Großer Lärm und permanente Berieselung kann zu schweren Krankheiten führen. Wenn die Psyche angegriffen wird, können bald auch Organe und Körperfunktionen darunter leiden. Foto: contrastwerkstatt/stock.adobe.com

So macht Lärm uns krank – Aber: Ruhe muss nicht still sein

Das moderne Leben schafft eine Geräuschkulisse, die uns vom Aufstehen bis in den Schlaf hinein begleitet. Damit das auf Dauer für Körper und Geist verkraftbar bleibt, braucht jeder Mensch Phasen der Ruhe, die aber durchaus nicht still sein müssen.
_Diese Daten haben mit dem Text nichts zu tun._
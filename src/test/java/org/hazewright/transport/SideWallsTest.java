package org.hazewright.transport;

import static org.junit.jupiter.api.Assertions.assertEquals;
import static org.junit.jupiter.api.Assertions.assertNotNull;
import static org.junit.jupiter.api.Assertions.assertNull;
import static org.junit.jupiter.api.Assertions.assertTrue;

import org.junit.jupiter.api.Test;

class SideWallsTest {
    private static final Medium TYPICAL = new Medium(0.1, 10, 0.8, 1.4);

    @Test
    void smallMouldsAreNoted() {
        assertNotNull(SideWalls.note(TYPICAL, 10, 20));
        assertNull(SideWalls.note(TYPICAL, 60, 20));
        assertTrue(SideWalls.note(TYPICAL, 10, 20).contains("10.0 mm")
                || SideWalls.note(TYPICAL, 10, 20).contains("10 mm"));
    }

    /** What the note asks for is enough. */
    @Test
    void theNeededDistanceIsEnough() {
        for (double mua : new double[] {0, 0.005, 0.1, 1}) {
            Medium m = TYPICAL.withMua(mua);
            String note = SideWalls.note(m, 1, 15);
            double needed = Double.parseDouble(note.replaceAll(".*at least ([0-9.e+]+) mm.*", "$1"));
            assertNull(SideWalls.note(m, needed * 1.01, 15), "µa " + mua + ", " + needed);
            assertNotNull(SideWalls.note(m, needed * 0.98, 15), "µa " + mua + ", " + needed);
        }
    }

    /** 1 % is what it says: an absorbing wall, an image source beyond it, takes at most 1.1 % at the needed distance. */
    @Test
    void onePercentByAnImageSource() {
        double rho = 20;
        double wall = 0.5 * (4.6 / TYPICAL.muEffPerMm() + rho);
        SteadySignal s = new SteadySignal(new Diffusion(TYPICAL, 1));
        double lost = s.reflectancePerMm2(2 * wall) / s.reflectancePerMm2(rho);
        assertTrue(lost < 0.011, "lost " + lost);
        assertEquals(null, SideWalls.note(TYPICAL, wall * 1.001, rho));
    }
}
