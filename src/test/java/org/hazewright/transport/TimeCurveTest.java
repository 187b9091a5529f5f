package org.hazewright.transport;

import static org.junit.jupiter.api.Assertions.assertArrayEquals;
import static org.junit.jupiter.api.Assertions.assertEquals;
import static org.junit.jupiter.api.Assertions.assertThrows;

import java.util.Arrays;
import org.hazewright.optics.Refusal;
import org.junit.jupiter.api.Test;

class TimeCurveTest {
    private static Response gauss(double centre, double sigma, double step) {
        int n = (int) (12 * sigma / step) + 1;
        double[] t = new double[n];
        double[] y = new double[n];
        for (int i = 0; i < n; i++) {
            t[i] = centre - 6 * sigma + i * step;
            y[i] = 1000 * Math.exp(-0.5 * Math.pow((t[i] - centre) / sigma, 2));
        }
        return new Response(t, y);
    }

    /** A Gaussian seen through a Gaussian is a Gaussian: centres and variances add. */
    @Test
    void gaussiansAdd() {
        Response response = gauss(37, 60, 7);
        TimeCurve seen =
                TimeCurve.seen(t -> Math.exp(-0.5 * Math.pow((t - 2000) / 150, 2)), new TimeAxis(0, 4000, 5), response);
        double variance = 150 * 150 + 60 * 60;
        assertEquals(2037, seen.meanPs(), 0.01);
        assertEquals(variance, seen.variancePs2(), 30);
        double peak = 150 / Math.sqrt(variance);
        assertEquals(peak, Arrays.stream(seen.value()).max().orElseThrow(), 1e-3);
    }

    /** One measured spike leaves the curve as it is, only later. */
    @Test
    void spikeShifts() {
        Response spike = new Response(new double[] {95, 100, 105}, new double[] {0, 1, 0});
        TimeAxis axis = new TimeAxis(0, 1000, 5);
        TimeCurve ideal = TimeCurve.seen(t -> t * Math.exp(-t / 80), axis, null);
        TimeCurve seen = TimeCurve.seen(t -> t * Math.exp(-t / 80), axis, spike);
        double[] a = ideal.value();
        double[] b = seen.value();
        // the spike is a hat of two steps' width: 1/12 of its weight falls on either neighbour when spread on the grid
        for (int i = 25; i < a.length; i++)
            assertEquals(
                    a[i - 20],
                    b[i],
                    0.02 * a[i - 20] + 1e-9 * Arrays.stream(a).max().orElseThrow());
        assertEquals(0, b[15]);
    }

    /** A response that begins before its zero needs the ideal curve beyond the end of the axis, and gets it. */
    @Test
    void earlyResponseSeesBeyondTheEnd() {
        Response early = new Response(new double[] {-210, -200, -190}, new double[] {0, 1, 0});
        TimeCurve seen = TimeCurve.seen(t -> t, new TimeAxis(0, 100, 10), early);
        for (int i = 0; i < 11; i++) assertEquals(200 + 10 * i, seen.value()[i], 1e-9);
    }

    @Test
    void momentsOfAResponse() {
        Response triangle = new Response(new double[] {0, 100, 200}, new double[] {0, 5, 0});
        assertEquals(100, triangle.meanPs(), 1e-10);
        // a symmetric triangle of half-width w has variance w²/6
        assertEquals(10_000 / 6.0, triangle.variancePs2(), 1e-8);
    }

    @Test
    void countsSumToTheTotal() {
        TimeCurve c = TimeCurve.seen(t -> Math.exp(-t / 100), new TimeAxis(0, 500, 1), null)
                .ofCounts(1e6);
        assertEquals(1e6, Arrays.stream(c.value()).sum(), 1e-6);
        assertEquals(0, c.value()[0]);
    }

    @Test
    void axisHasBothEnds() {
        assertArrayEquals(new double[] {0, 2.5, 5}, new TimeAxis(0, 5, 2.5).timesPs());
        assertEquals(1001, new TimeAxis(0, 5000, 5).size());
        assertEquals(11, new TimeAxis(0, 1, 0.1).size());
    }

    @Test
    void refusals() {
        assertThrows(Refusal.class, () -> new TimeAxis(5, 5, 1));
        assertThrows(Refusal.class, () -> new TimeAxis(0, 1e6, 1));
        assertThrows(Refusal.class, () -> new Response(new double[] {0, 0}, new double[] {1, 1}));
        assertThrows(Refusal.class, () -> new Response(new double[] {0, 1}, new double[] {0, 0}));
        assertThrows(Refusal.class, () -> new Response(new double[] {0, 1}, new double[] {1, -1}));
        TimeCurve dark = TimeCurve.seen(t -> 0, new TimeAxis(0, 10, 1), null);
        assertThrows(Refusal.class, () -> dark.ofCounts(100));
    }
}
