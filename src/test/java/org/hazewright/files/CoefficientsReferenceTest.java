package org.hazewright.files;

import static org.junit.jupiter.api.Assertions.assertArrayEquals;
import static org.junit.jupiter.api.Assertions.assertEquals;
import static org.junit.jupiter.api.Assertions.assertInstanceOf;

import java.nio.file.Path;
import org.hazewright.optics.Crowding;
import org.hazewright.optics.SizeDistribution;
import org.hazewright.shelf.Ingredient;
import org.hazewright.shelf.Scattering;
import org.junit.jupiter.api.BeforeEach;
import org.junit.jupiter.api.Test;
import org.junit.jupiter.api.io.TempDir;

/** Each column's unit becomes cm²/g as a published pair of figures, or plain arithmetic, says it must. */
class CoefficientsReferenceTest {
    private static final String HEAD = """
            format = 1
            id = "x"
            name = "X"
            part = "absorber"
            families = ["liquid"]
            form = "liquid"
            density_g_per_ml = 1.06

            [source]
            basis = "memory"

            [uncertainty]
            absorption = 0.03
            scattering = 0.03

            """;

    @TempDir
    Path folder;

    @BeforeEach
    void smallShelf() {
        SmallShelf.in(folder);
        // Compilation of Gratzer's and Kollias' haemoglobin data, oxyhaemoglobin at 350 nm: ε = 106576 per cm per mol/L
        // (base 10,
        // tetramer of 64500 g/mol), printed beside µa = 570.8012 per cm of blood with 150 g/L, for which it takes ln 10
        // as 2.303
        Marked.write(
                folder.resolve("spectra/hbo2.csv"), "wavelength_nm,epsilon10_l_per_mol_cm\n350,106576\n352,104040\n");
    }

    @Test
    void bloodOf150GramsALitreAbsorbsAsTheCompilationSays() {
        double molPerL = 150 / 64500.0;
        Ingredient blood = read(
                "[absorption]\ntable = \"spectra/hbo2.csv\"\nmolar_mass_g_per_mol = 64500\nmol_per_l = " + molPerL);
        double muaOfTheNeatLiquid = blood.absorption().get().kappaCm2PerG(350) * 1.06;
        assertEquals(570.8012 * Math.log(10) / 2.303, muaOfTheNeatLiquid, 1e-3);
    }

    @Test
    void thePureSubstanceDissolvedToTheSameContentAbsorbsTheSame() {
        Ingredient powder = read("[absorption]\ntable = \"spectra/hbo2.csv\"\nmolar_mass_g_per_mol = 64500");
        assertEquals(570.8012 * Math.log(10) / 2.303, powder.absorption().get().kappaCm2PerG(350) * 0.150, 1e-3);
    }

    @Test
    void aTableByMassIsTakenAsItIs() {
        Marked.write(folder.resolve("spectra/t.csv"), "wavelength_nm,mua_cm2_per_g\n400,50000\n500,40000\n");
        assertEquals(
                45000,
                read("[absorption]\ntable = \"spectra/t.csv\"")
                        .absorption()
                        .get()
                        .kappaCm2PerG(450),
                1e-9);
    }

    @Test
    void tablesOfScatteringByVolumeAndByMass() {
        Marked.write(folder.resolve("spectra/v.csv"), "wavelength_nm,musp_per_cm,g\n400,300,0.5\n800,200,0.7\n");
        Marked.write(folder.resolve("spectra/m.csv"), "wavelength_nm,musp_cm2_per_g\n400,30\n800,20\n");
        Scattering.Tabulated volume = assertInstanceOf(
                Scattering.Tabulated.class,
                read("[scattering]\nmodel = \"table\"\ntable = \"spectra/v.csv\"")
                        .scattering()
                        .get());
        assertEquals(250 / 1.06, volume.muspCm2PerG(600), 1e-9);
        assertEquals(0.6, volume.gAt(600), 1e-12);
        Scattering.Tabulated mass = assertInstanceOf(
                Scattering.Tabulated.class,
                read("[scattering]\nmodel = \"table\"\ntable = \"spectra/m.csv\"\nmagnitude = 1.1")
                        .scattering()
                        .get());
        assertEquals(1.1 * 25, mass.muspCm2PerG(600), 1e-9);
        assertEquals(0, mass.gAt(600));
    }

    @Test
    void aPowerLawHoldsInItsOwnRange() {
        Scattering law =
                read("[scattering]\nmodel = \"power\"\nmusp_cm2_per_g = 24.0\nat_nm = 800\nexponent = 1.2\ng = 0.7\n"
                                + "from_nm = 500\nto_nm = 900")
                        .scattering()
                        .get();
        assertEquals(new Scattering.PowerLaw(24, 800, 1.2, 0.7, 500, 900, 1), law);
    }

    @Test
    void aHistogramFromListsAndFromATableIsTheSame() {
        String mie =
                "[scattering]\nmodel = \"mie\"\nparticle = \"oil\"\nparticle_volume_fraction = 0.1\ncrowding = \"polynomial\"\n"
                        + "crowding_coefficients = [-1.5, 0.4]\ncrowding_max_volume_fraction = 0.05\n[scattering.size]\nkind = \"histogram\"\n";
        Marked.write(folder.resolve("spectra/sizes.csv"), "from_nm,to_nm,weight\n100,200,1\n200,300,3\n300,500,0\n");
        Scattering.MieParticles lists = assertInstanceOf(
                Scattering.MieParticles.class,
                read(mie + "edges_nm = [100, 200, 300, 500]\nweights = [1, 3, 0]")
                        .scattering()
                        .get());
        Scattering.MieParticles table = assertInstanceOf(
                Scattering.MieParticles.class,
                read(mie + "table = \"spectra/sizes.csv\"").scattering().get());
        assertEquals(lists.sizes(), table.sizes());
        assertArrayEquals(new double[] {0.25, 0.75, 0}, ((SizeDistribution.Histogram) lists.sizes()).weights());
        assertEquals(new Crowding.Polynomial(new double[] {-1.5, 0.4}, 0.05), lists.crowding());
    }

    @Test
    void mistakesInTablesAreShownByLine() {
        sizes("from_nm,to_nm,weight\n100,200,1\n▶210,300,3\n", "bins must touch");
        sizes("from_nm,to_nm,weight\n100,200,1\n▶200,200,3\n", "to_nm must be above from_nm");
        sizes("from_nm,to_nm,weight\n100,200,1\n▶200,300,-3\n", "weight is -3");
        sizes("▶from_nm,to_nm,weight\n100,200,0\n", "All weights of the size bins are 0");
        Path table = folder.resolve("spectra").resolve("t.csv");
        Marked.of("▶wavelength_nm,mua_per_mm\n400,1\n500,2\n")
                .refusedAs(table, () -> read("[absorption]\ntable = \"spectra/t.csv\""), "Perhaps mua_per_cm is meant");
        Marked.of("▶wavelength_nm,mua_per_cm,mua_cm2_per_g\n400,1,1\n500,2,2\n")
                .refusedAs(table, () -> read("[absorption]\ntable = \"spectra/t.csv\""), "exactly one");
        Marked.of("wavelength_nm,mua_per_cm\n400,1\n▶500,-2\n")
                .refusedAs(table, () -> read("[absorption]\ntable = \"spectra/t.csv\""), "0 or above");
    }

    @Test
    void aMolarTableNeedsItsMolarMassAndAPossibleContent() {
        Path file = folder.resolve("x.toml");
        Marked.of(HEAD + "▶[absorption]\ntable = \"spectra/hbo2.csv\"\nmol_per_l = 0.002")
                .refusedAs(file, () -> ShelfReader.read(folder), "molar_mass_g_per_mol in [absorption] is missing");
        Marked.of(HEAD + "[absorption]\ntable = \"spectra/hbo2.csv\"\nmolar_mass_g_per_mol = 64500\n▶mol_per_l = 2.3")
                .refusedAs(file, () -> ShelfReader.read(folder), "it can be at most 1");
    }

    private void sizes(String text, String words) {
        Path file = folder.resolve("sizes.csv");
        Marked.of(text).refusedAs(file, () -> SizeTable.read(file), words);
    }

    private Ingredient read(String tables) {
        Marked.write(folder.resolve("x.toml"), HEAD + tables + "\n");
        return ShelfReader.read(folder).require("x");
    }
}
Darauf weist das Institut für Arbeitsschutz der Deutschen Gesetzlichen Unfallversicherung (IFA) hin und empfiehlt individuelle Ruhepausen anlässlich des Tages gegen den Lärm am 26. April 2023. Die Zahl der Menschen, die Hörprobleme haben, wächst jährlich. Dabei betrifft Schwerhörigkeit nicht nur alte Menschen – immer öfter ist es auch für Kinder und Jugendliche ein Thema, wie die Barmer anlässlich des Tags gegen Lärm berichtet.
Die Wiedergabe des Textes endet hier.